(Exercise aim):
Once the line containing "racemization/equilibration time courses." is found in the entries below, reproduce it and every line after it, stopping at and including the line containing "Rate constants are"; reproduce nothing else, and keep each line exact.

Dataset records
------------------------------------

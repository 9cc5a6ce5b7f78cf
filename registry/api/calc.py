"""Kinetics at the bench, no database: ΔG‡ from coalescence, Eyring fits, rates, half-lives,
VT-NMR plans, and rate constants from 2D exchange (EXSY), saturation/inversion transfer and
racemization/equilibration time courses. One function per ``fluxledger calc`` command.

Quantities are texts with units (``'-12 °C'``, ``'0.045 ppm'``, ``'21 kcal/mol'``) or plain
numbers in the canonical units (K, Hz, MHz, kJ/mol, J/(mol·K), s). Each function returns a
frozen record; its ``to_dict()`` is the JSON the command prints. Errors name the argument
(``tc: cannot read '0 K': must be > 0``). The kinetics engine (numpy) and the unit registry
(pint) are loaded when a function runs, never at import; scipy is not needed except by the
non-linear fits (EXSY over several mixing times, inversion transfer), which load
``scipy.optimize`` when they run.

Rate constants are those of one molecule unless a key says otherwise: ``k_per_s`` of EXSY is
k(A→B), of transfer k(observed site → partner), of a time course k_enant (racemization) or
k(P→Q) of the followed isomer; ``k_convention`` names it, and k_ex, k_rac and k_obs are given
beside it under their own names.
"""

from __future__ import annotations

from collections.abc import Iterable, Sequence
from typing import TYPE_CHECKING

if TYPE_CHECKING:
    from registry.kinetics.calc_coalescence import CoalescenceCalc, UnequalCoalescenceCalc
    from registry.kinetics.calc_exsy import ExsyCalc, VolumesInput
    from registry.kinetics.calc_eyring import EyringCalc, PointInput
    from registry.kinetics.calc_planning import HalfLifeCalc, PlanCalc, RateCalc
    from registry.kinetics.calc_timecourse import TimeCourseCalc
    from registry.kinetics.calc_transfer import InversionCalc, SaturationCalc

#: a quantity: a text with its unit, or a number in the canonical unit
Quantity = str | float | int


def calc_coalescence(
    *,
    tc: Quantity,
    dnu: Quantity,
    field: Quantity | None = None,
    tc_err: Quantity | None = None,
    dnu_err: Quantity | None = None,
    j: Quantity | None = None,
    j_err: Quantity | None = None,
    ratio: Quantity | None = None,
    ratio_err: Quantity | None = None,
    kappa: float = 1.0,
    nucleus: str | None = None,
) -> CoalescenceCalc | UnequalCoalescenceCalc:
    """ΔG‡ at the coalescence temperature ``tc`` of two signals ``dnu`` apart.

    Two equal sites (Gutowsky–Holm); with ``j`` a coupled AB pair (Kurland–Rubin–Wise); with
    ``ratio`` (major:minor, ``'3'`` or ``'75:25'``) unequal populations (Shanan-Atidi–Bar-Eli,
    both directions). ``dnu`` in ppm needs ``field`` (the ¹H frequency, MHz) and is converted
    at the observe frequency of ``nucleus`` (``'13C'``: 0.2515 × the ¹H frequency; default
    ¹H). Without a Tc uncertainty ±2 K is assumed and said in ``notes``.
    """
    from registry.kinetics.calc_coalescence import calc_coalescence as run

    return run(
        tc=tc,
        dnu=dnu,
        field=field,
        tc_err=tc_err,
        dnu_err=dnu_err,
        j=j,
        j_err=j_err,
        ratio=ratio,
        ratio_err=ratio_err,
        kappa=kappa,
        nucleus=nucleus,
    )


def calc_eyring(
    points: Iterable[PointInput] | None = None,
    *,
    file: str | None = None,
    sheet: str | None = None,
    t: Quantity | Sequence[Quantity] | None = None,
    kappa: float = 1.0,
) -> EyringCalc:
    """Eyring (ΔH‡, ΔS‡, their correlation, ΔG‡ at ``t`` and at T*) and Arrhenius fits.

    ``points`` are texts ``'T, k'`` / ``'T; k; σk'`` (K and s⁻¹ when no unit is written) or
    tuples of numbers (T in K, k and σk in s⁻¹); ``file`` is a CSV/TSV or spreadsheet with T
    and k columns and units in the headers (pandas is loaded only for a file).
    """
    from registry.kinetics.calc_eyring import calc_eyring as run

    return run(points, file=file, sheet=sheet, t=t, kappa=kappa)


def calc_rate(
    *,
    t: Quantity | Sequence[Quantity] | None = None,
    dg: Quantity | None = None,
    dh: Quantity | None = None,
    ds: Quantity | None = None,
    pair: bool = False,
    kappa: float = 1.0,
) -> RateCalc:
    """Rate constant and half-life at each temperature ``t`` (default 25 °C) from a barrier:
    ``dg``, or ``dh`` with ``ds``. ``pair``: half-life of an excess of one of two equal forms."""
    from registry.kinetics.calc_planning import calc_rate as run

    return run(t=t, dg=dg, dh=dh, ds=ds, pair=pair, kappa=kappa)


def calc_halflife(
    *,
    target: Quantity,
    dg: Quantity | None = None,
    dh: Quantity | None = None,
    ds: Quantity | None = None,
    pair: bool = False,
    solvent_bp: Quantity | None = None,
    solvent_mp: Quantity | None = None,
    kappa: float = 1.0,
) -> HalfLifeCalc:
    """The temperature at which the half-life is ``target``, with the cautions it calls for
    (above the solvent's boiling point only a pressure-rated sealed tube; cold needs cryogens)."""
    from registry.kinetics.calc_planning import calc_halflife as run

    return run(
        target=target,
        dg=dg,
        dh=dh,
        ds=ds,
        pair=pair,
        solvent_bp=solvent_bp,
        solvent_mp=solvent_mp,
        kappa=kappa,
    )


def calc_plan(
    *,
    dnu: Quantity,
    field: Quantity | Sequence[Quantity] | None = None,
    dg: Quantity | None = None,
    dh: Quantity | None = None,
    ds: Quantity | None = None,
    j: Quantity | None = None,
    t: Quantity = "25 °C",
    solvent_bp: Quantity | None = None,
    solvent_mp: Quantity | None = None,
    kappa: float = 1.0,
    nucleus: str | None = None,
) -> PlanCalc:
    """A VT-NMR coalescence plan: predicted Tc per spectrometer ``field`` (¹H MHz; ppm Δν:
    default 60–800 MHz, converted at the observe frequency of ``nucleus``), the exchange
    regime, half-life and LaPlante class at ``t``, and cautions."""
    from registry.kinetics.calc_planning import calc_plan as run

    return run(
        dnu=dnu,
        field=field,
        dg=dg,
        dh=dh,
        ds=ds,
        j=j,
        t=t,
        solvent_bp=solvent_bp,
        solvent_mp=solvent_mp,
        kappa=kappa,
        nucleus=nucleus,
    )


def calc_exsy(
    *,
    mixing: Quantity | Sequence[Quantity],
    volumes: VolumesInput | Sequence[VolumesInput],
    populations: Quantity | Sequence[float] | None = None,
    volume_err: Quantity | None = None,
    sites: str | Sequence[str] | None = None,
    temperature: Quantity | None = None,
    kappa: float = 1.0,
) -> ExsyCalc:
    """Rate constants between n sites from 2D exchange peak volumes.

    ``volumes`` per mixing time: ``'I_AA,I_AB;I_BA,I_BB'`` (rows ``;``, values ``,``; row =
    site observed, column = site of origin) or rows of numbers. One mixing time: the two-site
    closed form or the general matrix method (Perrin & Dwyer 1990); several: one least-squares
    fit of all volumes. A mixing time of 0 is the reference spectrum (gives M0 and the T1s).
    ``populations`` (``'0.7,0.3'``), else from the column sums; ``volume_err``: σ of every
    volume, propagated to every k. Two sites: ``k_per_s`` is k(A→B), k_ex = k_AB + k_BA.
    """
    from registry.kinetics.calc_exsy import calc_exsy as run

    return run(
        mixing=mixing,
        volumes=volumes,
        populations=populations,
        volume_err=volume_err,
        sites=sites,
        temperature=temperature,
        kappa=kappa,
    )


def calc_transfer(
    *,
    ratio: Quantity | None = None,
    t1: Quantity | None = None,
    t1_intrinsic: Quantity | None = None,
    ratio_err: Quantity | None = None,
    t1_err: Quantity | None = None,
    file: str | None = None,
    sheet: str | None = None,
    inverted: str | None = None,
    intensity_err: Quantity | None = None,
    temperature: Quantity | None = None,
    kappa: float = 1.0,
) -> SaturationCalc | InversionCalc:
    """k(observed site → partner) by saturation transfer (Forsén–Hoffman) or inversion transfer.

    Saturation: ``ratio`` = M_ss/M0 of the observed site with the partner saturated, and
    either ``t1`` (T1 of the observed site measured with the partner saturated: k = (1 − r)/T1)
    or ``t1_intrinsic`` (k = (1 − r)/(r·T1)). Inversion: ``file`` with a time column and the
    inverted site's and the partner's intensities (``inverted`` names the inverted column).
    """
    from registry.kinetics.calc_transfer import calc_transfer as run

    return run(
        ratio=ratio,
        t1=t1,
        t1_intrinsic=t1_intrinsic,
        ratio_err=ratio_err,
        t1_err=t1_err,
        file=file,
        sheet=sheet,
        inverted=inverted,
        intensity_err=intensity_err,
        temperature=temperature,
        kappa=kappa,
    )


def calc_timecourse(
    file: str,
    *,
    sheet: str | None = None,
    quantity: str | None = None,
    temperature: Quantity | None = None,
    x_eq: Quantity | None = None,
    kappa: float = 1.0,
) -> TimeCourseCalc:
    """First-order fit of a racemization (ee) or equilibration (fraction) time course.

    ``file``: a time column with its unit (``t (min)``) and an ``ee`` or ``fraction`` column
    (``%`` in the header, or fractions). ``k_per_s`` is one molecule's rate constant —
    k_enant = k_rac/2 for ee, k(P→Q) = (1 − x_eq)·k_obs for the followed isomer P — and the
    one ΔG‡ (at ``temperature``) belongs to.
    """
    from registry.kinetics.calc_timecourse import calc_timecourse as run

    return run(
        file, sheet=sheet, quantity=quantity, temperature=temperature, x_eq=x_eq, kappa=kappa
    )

------------------------------------

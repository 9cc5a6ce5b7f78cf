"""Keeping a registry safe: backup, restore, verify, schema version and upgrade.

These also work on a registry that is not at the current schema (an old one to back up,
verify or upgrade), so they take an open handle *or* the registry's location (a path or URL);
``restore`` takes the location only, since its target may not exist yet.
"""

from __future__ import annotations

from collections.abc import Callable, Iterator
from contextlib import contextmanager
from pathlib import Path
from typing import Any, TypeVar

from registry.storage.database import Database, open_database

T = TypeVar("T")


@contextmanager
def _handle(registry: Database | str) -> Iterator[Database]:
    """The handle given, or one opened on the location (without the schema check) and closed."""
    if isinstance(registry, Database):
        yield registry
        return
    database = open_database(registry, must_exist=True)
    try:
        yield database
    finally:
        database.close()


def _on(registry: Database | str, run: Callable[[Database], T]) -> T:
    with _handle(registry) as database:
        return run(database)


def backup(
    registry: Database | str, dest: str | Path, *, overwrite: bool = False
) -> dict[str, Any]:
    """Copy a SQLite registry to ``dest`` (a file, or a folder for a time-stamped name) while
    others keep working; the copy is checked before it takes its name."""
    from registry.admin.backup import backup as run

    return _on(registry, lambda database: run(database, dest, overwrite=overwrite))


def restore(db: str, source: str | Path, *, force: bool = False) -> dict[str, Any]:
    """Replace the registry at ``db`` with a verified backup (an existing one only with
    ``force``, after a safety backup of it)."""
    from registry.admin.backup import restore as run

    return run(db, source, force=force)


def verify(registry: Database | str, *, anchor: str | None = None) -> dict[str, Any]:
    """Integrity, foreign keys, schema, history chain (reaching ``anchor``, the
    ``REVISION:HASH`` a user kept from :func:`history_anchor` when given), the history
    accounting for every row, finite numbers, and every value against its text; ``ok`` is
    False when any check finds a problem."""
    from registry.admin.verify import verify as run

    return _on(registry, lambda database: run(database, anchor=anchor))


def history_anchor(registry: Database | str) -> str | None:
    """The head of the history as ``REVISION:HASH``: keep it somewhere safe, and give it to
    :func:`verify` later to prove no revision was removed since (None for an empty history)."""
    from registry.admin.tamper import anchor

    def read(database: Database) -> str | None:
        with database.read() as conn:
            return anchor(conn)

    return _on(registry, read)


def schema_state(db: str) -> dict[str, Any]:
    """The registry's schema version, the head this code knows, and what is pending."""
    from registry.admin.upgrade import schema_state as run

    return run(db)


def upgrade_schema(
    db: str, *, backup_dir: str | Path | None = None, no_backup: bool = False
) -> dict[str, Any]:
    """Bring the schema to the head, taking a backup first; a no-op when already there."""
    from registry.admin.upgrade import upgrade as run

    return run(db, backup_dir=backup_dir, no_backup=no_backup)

------------------------------------

(Task solution):
racemization/equilibration time courses. One function per ``fluxledger calc`` command.

Quantities are texts with units (``'-12 °C'``, ``'0.045 ppm'``, ``'21 kcal/mol'``) or plain
numbers in the canonical units (K, Hz, MHz, kJ/mol, J/(mol·K), s). Each function returns a
frozen record; its ``to_dict()`` is the JSON the command prints. Errors name the argument
(``tc: cannot read '0 K': must be > 0``). The kinetics engine (numpy) and the unit registry
(pint) are loaded when a function runs, never at import; scipy is not needed except by the
non-linear fits (EXSY over several mixing times, inversion transfer), which load
``scipy.optimize`` when they run.

Rate constants are those of one molecule unless a key says otherwise: ``k_per_s`` of EXSY is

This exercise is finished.